The subject of Linus Gerdemann came up. Last week, Gerdemann, a 26-year-old German cyclist, called Armstrong's return a bad thing.

"This is not positive for the credibility of cycling," Gerdemann said. "But there's nothing anyone can do about it."

He was underscoring comments made by German media executives in September when ARD, a large German television network, announced it would not televise major cycling events because of continued doping scandals.

"For us, Armstrong is a piece of the past we don't want to see again," Rolf-Dieter Ganz said in the Die Welt newspaper. "The future belongs to young riders, certainly not to Armstrong's generation."

"I don't even know who that is," Armstrong said. "I am older. I am part of the older generation. I've been around a long time and I don't know who the hell Linus Gerdemann is, but when I rolled up to the line in 1992 I started winning races and when I roll up in 2009 I'm going to be winning races. And so he better hope he doesn't get in a breakaway with me because I've got a good hard drive."

The double meaning was that Armstrong's hard drive is both his memory and his cycling engine and it is that fire Carmichael said was driving this comeback.

"In basic terms," Carmichael said, "he's a killer and he wants to kill."

As for the doping suspicions, Gerdemann is not alone. Although Armstrong never failed a doping test while setting cycling records, Tour de France officials and European media constantly confronted Armstrong with accusations of doping.

And in the three years that Armstrong has been away from professional cycling, many of his rivals have retired (Jan Ullrich, Alexandre Vinokourov) because of failed drug tests or served doping suspensions (Ivan Basso).

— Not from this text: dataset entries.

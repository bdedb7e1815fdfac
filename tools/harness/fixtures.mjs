// @ts-check
// What the tests and tools that drive a running server share: the demo accounts, signing in,
// and a design input that carries a tag, so a stored design tells which save wrote it.
// See tools/harness/server.mjs for why this is JavaScript with JSDoc types.
import { existsSync } from 'node:fs';
import { join } from 'node:path';
import { pathToFileURL } from 'node:url';
import { ROOT } from './server.mjs';

/** The password of every demo account (README.md, demo mode only). */
export const DEMO_PASSWORD = 'tacet-demo';

/** The demo accounts' e-mail addresses by role (the server's `demo-users.seed.ts`). */
export const DEMO_ACCOUNTS = Object.freeze({
  admin: 'admin@tacet.test',
  catalogManager: 'catalog@tacet.test',
  engineer: 'engineer@tacet.test',
  /** A second engineer, who checks the first one's designs. */
  checker: 'checker@tacet.test',
  purchaser: 'buyer@tacet.test',
  viewer: 'viewer@tacet.test',
});

/**
 * Signs in through `POST /api/auth/login`; resolves with the access token.
 * @param {string} baseURL
 * @param {string} email
 * @param {string} [password]
 * @returns {Promise<string>}
 */
export async function signIn(baseURL, email, password = DEMO_PASSWORD) {
  const res = await fetch(`${baseURL}/api/auth/login`, {
    method: 'POST',
    headers: { 'content-type': 'application/json' },
    body: JSON.stringify({ email, password }),
  });
  if (res.status !== 200) throw new Error(`sign-in as ${email} answered ${res.status}: ${await res.text()}`);
  const { accessToken } = /** @type {{ accessToken: string }} */ (await res.json());
  return accessToken;
}

/**
 * A design input as the API takes it (the parts the fixtures touch; the rest passes through).
 * @typedef {{
 *   components: Array<{ name: string, massKg: number, cg: { x: number, y: number, z: number } }>,
 *   mountPoints: Array<{ label: string, x: number, y: number, z: number }>,
 *   [part: string]: unknown,
 * }} DesignInput
 */

// The server's own starting design (packages/server/src/designs/default-design-input.ts), from
// its build, so the fixture stays a valid input whatever the API adds.
const DEFAULT_INPUT = join(ROOT, 'packages/server/dist/designs/default-design-input.js');
if (!existsSync(DEFAULT_INPUT)) throw new Error('The server is not built: run npm run build first');
const { defaultDesignInput } = /** @type {{ defaultDesignInput: () => DesignInput }} */ (await import(pathToFileURL(DEFAULT_INPUT).href));

/** Offset of the tag in the first component's mass (kg). */
const TAG_BASE_KG = 500;

/**
 * The server's default design input (one machine on four corner points, 1480 rpm, common
 * criteria) with the first component's mass set to 500 + `tag` kg.
 * @param {number} tag a whole number ≥ 0
 * @returns {DesignInput}
 */
export function taggedInput(tag) {
  const input = defaultDesignInput();
  input.components[0].massKg = TAG_BASE_KG + tag;
  return input;
}

/**
 * The tag of a design input made by `taggedInput`.
 * @param {{ components: Array<{ massKg: number }> }} input
 */
export function tagOfInput(input) {
  return input.components[0].massKg - TAG_BASE_KG;
}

But Armstrong said Tuesday that it is not a doping cloud that causes tension between him and the Tour de France.

"I watch sports every weekend," said Armstrong, who is an Austin native and noted Texas football fan. "I watched Texas play at Texas Tech and the Tech fans hated, hated Texas, hated them. And I hated football after that game.

"This relationship between me and France, this is not what the media likes to play up, all this suspicion around doping. That suspicion exists in cycling in general.

"It's very personal, I think, because of the way I race the Tour. Even what's going on today, the methodical approach, the robotic approach to racing, not showing any emotion, not showing pain and suffering or ease, not showing anything, is not a popular style of racing in France.

"To them panache is the guy who suffers, who's swinging all over his bike and is about to fall off. I never found that an effective way to try and win."

The very complicated relationship between Armstrong and the Tour de France is exactly why Carmichael believes Armstrong will be on the starting line July 4 in Monaco.

"I think it would be a shame if Lance didn't ride," Carmichael said. "For the Tour not to have Lance would be a disservice to the fans, to the event, to the history of the sport of cycling and to Lance.

"Lance Armstrong has done a lot for the Tour de France and obviously it's a symbiotic relationship because the Tour de France has done a lot for Lance. To not have him back at the Tour would just be ridiculous."